■ About this task:
Please transcribe the data that follows exactly, from its first line through the line that contains "(elementary integral; any".

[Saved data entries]

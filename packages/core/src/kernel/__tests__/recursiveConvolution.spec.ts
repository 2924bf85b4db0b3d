// Recursive convolution against closed forms and against direct numerical convolution. The
// closed form: for h(t) = r e^{p t} and a ramp u = t, y(t) = r ((e^{p t} - 1)/p^2 - t/p)
// (elementary integral; any table of Laplace transforms, e.g. Abramowitz and Stegun 29.3,
// from memory). The recursion is exact for piecewise-linear input (Semlyen and Dabuleanu 1975),
// so only rounding separates it from the closed form.
import { describe, expect, it } from 'vitest';
import {
  createRecursiveConvolution, recursiveConvolutionAddInput, recursiveConvolutionCoefficients,
  recursiveConvolutionDirect, recursiveConvolutionHistory, recursiveConvolutionStep, recursiveConvolve,
} from '../recursiveConvolution.ts';

type Fn = Parameters<typeof createRecursiveConvolution>[0];

const FN: Fn = {
  polesRe: Float64Array.of(-3e6, -2e5, -2e5),
  polesIm: Float64Array.of(0, 4e6, -4e6),
  residuesRe: Float64Array.of(2e6, 1e5, 1e5),
  residuesIm: Float64Array.of(0, -7e5, 7e5),
  d: 0.25,
  e: 0,
};

/** Closed-form response of r/(s - p) to u = t (complex p, r), returned as [re, im]. */
function rampResponse(pr: number, pi: number, rr: number, ri: number, t: number): [number, number] {
  const m = Math.exp(pr * t);
  const er = m * Math.cos(pi * t) - 1, ei = m * Math.sin(pi * t);
  const p2r = pr * pr - pi * pi, p2i = 2 * pr * pi;
  const d2 = p2r * p2r + p2i * p2i;
  const ar = (er * p2r + ei * p2i) / d2, ai = (ei * p2r - er * p2i) / d2; // (e^{pt} - 1)/p^2
  const d1 = pr * pr + pi * pi;
  const br = (t * pr) / d1, bi = (-t * pi) / d1; // t/p
  const xr = ar - br, xi = ai - bi;
  return [rr * xr - ri * xi, rr * xi + ri * xr];
}

function impulse(fn: Fn, t: number): number {
  let h = 0;
  for (let k = 0; k < fn.polesRe.length; k++) {
    const m = Math.exp(fn.polesRe[k] * t);
    h += m * (fn.residuesRe[k] * Math.cos(fn.polesIm[k] * t) - fn.residuesIm[k] * Math.sin(fn.polesIm[k] * t));
  }
  return h;
}

describe('recursiveConvolve', () => {
  it('matches the closed-form ramp response of real and complex terms', () => {
    const dt = 2e-8;
    const n = 400;
    const u = Float64Array.from({ length: n }, (_, i) => i * dt);
    const y = recursiveConvolve(createRecursiveConvolution(FN, dt), u, new Float64Array(n));
    let worst = 0, peak = 0;
    for (let i = 0; i < n; i++) {
      const t = i * dt;
      let ref = FN.d * t + rampResponse(FN.polesRe[0], 0, FN.residuesRe[0], 0, t)[0];
      ref += 2 * rampResponse(FN.polesRe[1], FN.polesIm[1], FN.residuesRe[1], FN.residuesIm[1], t)[0];
      worst = Math.max(worst, Math.abs(y[i] - ref));
      peak = Math.max(peak, Math.abs(ref));
    }
    expect(peak).toBeGreaterThan(1e-7);
    // Exact for a ramp: rounding only (measured 1e-15 of the peak); 1e-12 leaves room.
    expect(worst / peak).toBeLessThan(1e-12);
  });

  it('matches direct numerical convolution of the impulse response for piecewise-linear input', () => {
    const dt = 5e-8;
    const n = 60;
    // Invented piecewise-linear input (deterministic pseudo-random samples, u_0 = 0).
    const u = Float64Array.from({ length: n }, (_, i) => (i === 0 ? 0 : Math.sin(1.7 * i) + 0.3 * Math.cos(5.1 * i)));
    const y = recursiveConvolve(createRecursiveConvolution(FN, dt), u, new Float64Array(n));
    // Direct: y(t_n) = d u_n + int_0^{t_n} h(t_n - tau) u(tau) dtau, composite Simpson with 400
    // panels per sample interval on the piecewise-linear u (error ~ (dt/400)^4 h'''' ~ 1e-11).
    const M = 400;
    let worst = 0, peak = 0;
    for (let k = 1; k < n; k++) {
      const tn = k * dt;
      let s = 0;
      for (let j = 0; j < k; j++) {
        const hstep = dt / M;
        for (let m = 0; m <= M; m++) {
          const tau = j * dt + m * hstep;
          const uu = u[j] + ((u[j + 1] - u[j]) * m) / M;
          const wgt = m === 0 || m === M ? 1 : m % 2 === 1 ? 4 : 2;
          s += (wgt * hstep * impulse(FN, tn - tau) * uu) / 3;
        }
      }
      const ref = FN.d * u[k] + s;
      worst = Math.max(worst, Math.abs(y[k] - ref));
      peak = Math.max(peak, Math.abs(ref));
    }
    expect(peak).toBeGreaterThan(0.1);
    expect(worst / peak).toBeLessThan(1e-9);
  });

  it('returns the output untouched for an empty input', () => {
    const y = Float64Array.of(NaN);
    expect(recursiveConvolve(createRecursiveConvolution(FN, 1e-9), new Float64Array(0), y)[0]).toBeNaN();
  });
});

describe('recursiveConvolutionCoefficients', () => {
  it('joins the small-q series to the closed form without a jump', () => {
    // |q| just below and above the 1e-3 switch: the two forms agree to the series' truncation
    // error (q^4 / 720 ~ 1e-15) plus the cancellation of the closed form (~1e-16 / q^2 = 1e-10).
    const dt = 1e-9;
    const a = recursiveConvolutionCoefficients(-0.99999e6, 0, 1, 0, dt);
    const b = recursiveConvolutionCoefficients(-1.00001e6, 0, 1, 0, dt);
    expect(Math.abs(a[2] - b[2]) / a[2]).toBeLessThan(1e-7);
    expect(Math.abs(a[4] - b[4]) / a[4]).toBeLessThan(1e-7);
    // Trapezoidal limit r dt / 2 (q -> 0): alpha = r dt/2 (1 + q/3), beta = r dt/2 (1 + 2q/3)
    // to first order, q = -1e-9 here.
    const c = recursiveConvolutionCoefficients(-1, 0, 1, 0, dt);
    expect(Math.abs(c[2] / (dt / 2) - (1 - 1e-9 / 3))).toBeLessThan(1e-15);
    expect(Math.abs(c[4] / (dt / 2) - (1 - 2e-9 / 3))).toBeLessThan(1e-15);
  });
});

describe('recursiveConvolutionStep', () => {
  it('honours the coefficient and state offsets and leaves other slots alone', () => {
    const rc = createRecursiveConvolution(FN, 1e-8);
    const coef = new Float64Array(rc.coef.length + 5).fill(NaN);
    coef.set(rc.coef, 5);
    const state = new Float64Array(rc.state.length + 6).fill(NaN);
    state.fill(0, 3, 3 + rc.state.length);
    const ref = createRecursiveConvolution(FN, 1e-8);
    let up = 0;
    for (let n = 1; n < 20; n++) {
      const un = Math.cos(n);
      const a = recursiveConvolutionStep(rc.nReal, rc.nComplex, up, un, coef, 5, state, 3);
      const b = recursiveConvolutionStep(ref.nReal, ref.nComplex, up, un, ref.coef, 0, ref.state, 0);
      expect(a).toBe(b);
      up = un;
    }
    expect(state[0]).toBeNaN();
    expect(state[3 + rc.state.length]).toBeNaN();
    expect(recursiveConvolutionStep(0, 0, 1, 1, coef, 0, state, 0)).toBe(0);
  });
});

describe('recursiveConvolutionHistory', () => {
  it('with recursiveConvolutionAddInput and the direct weight equals one full step', () => {
    const a = createRecursiveConvolution(FN, 1e-8);
    const b = createRecursiveConvolution(FN, 1e-8);
    const g = recursiveConvolutionDirect(a.nReal, a.nComplex, a.coef, 0);
    let up = 0;
    for (let n = 1; n < 30; n++) {
      const un = Math.sin(0.3 * n) + 1;
      const full = recursiveConvolutionStep(a.nReal, a.nComplex, up, un, a.coef, 0, a.state, 0);
      const hist = recursiveConvolutionHistory(b.nReal, b.nComplex, up, b.coef, 0, b.state, 0);
      expect(recursiveConvolutionAddInput(b.nReal, b.nComplex, un, b.coef, 0, b.state, 0)).toBe(2);
      // Same sums in a different order: rounding only.
      expect(Math.abs(hist + g * un - full)).toBeLessThan(1e-14 * (Math.abs(full) + 1));
      for (let k = 0; k < a.state.length; k++) expect(Math.abs(a.state[k] - b.state[k])).toBeLessThan(1e-14 * (Math.abs(a.state[k]) + 1));
      up = un;
    }
  });
});

describe('createRecursiveConvolution', () => {
  it('rejects unstable poles, a term s e, unpaired complex poles and a bad step', () => {
    expect(() => createRecursiveConvolution({ ...FN, polesRe: Float64Array.of(1, -2e5, -2e5) }, 1e-9)).toThrow(/poles\[0\].*stable/);
    expect(() => createRecursiveConvolution({ ...FN, e: 1 }, 1e-9)).toThrow(/\.e:/);
    expect(() => createRecursiveConvolution({ ...FN, polesIm: Float64Array.of(0, 4e6, 0) }, 1e-9)).toThrow(/conjugate/);
    expect(() => createRecursiveConvolution(FN, 0)).toThrow(/dtS/);
  });
});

■ Response:
filename packages/core/src/kernel/__tests__/recursiveConvolution.spec.ts
repository 2924bf85b4db0b3d
// Recursive convolution against closed forms and against direct numerical convolution. The
// closed form: for h(t) = r e^{p t} and a ramp u = t, y(t) = r ((e^{p t} - 1)/p^2 - t/p)
// (elementary integral; any table of Laplace transforms, e.g. Abramowitz and Stegun 29.3,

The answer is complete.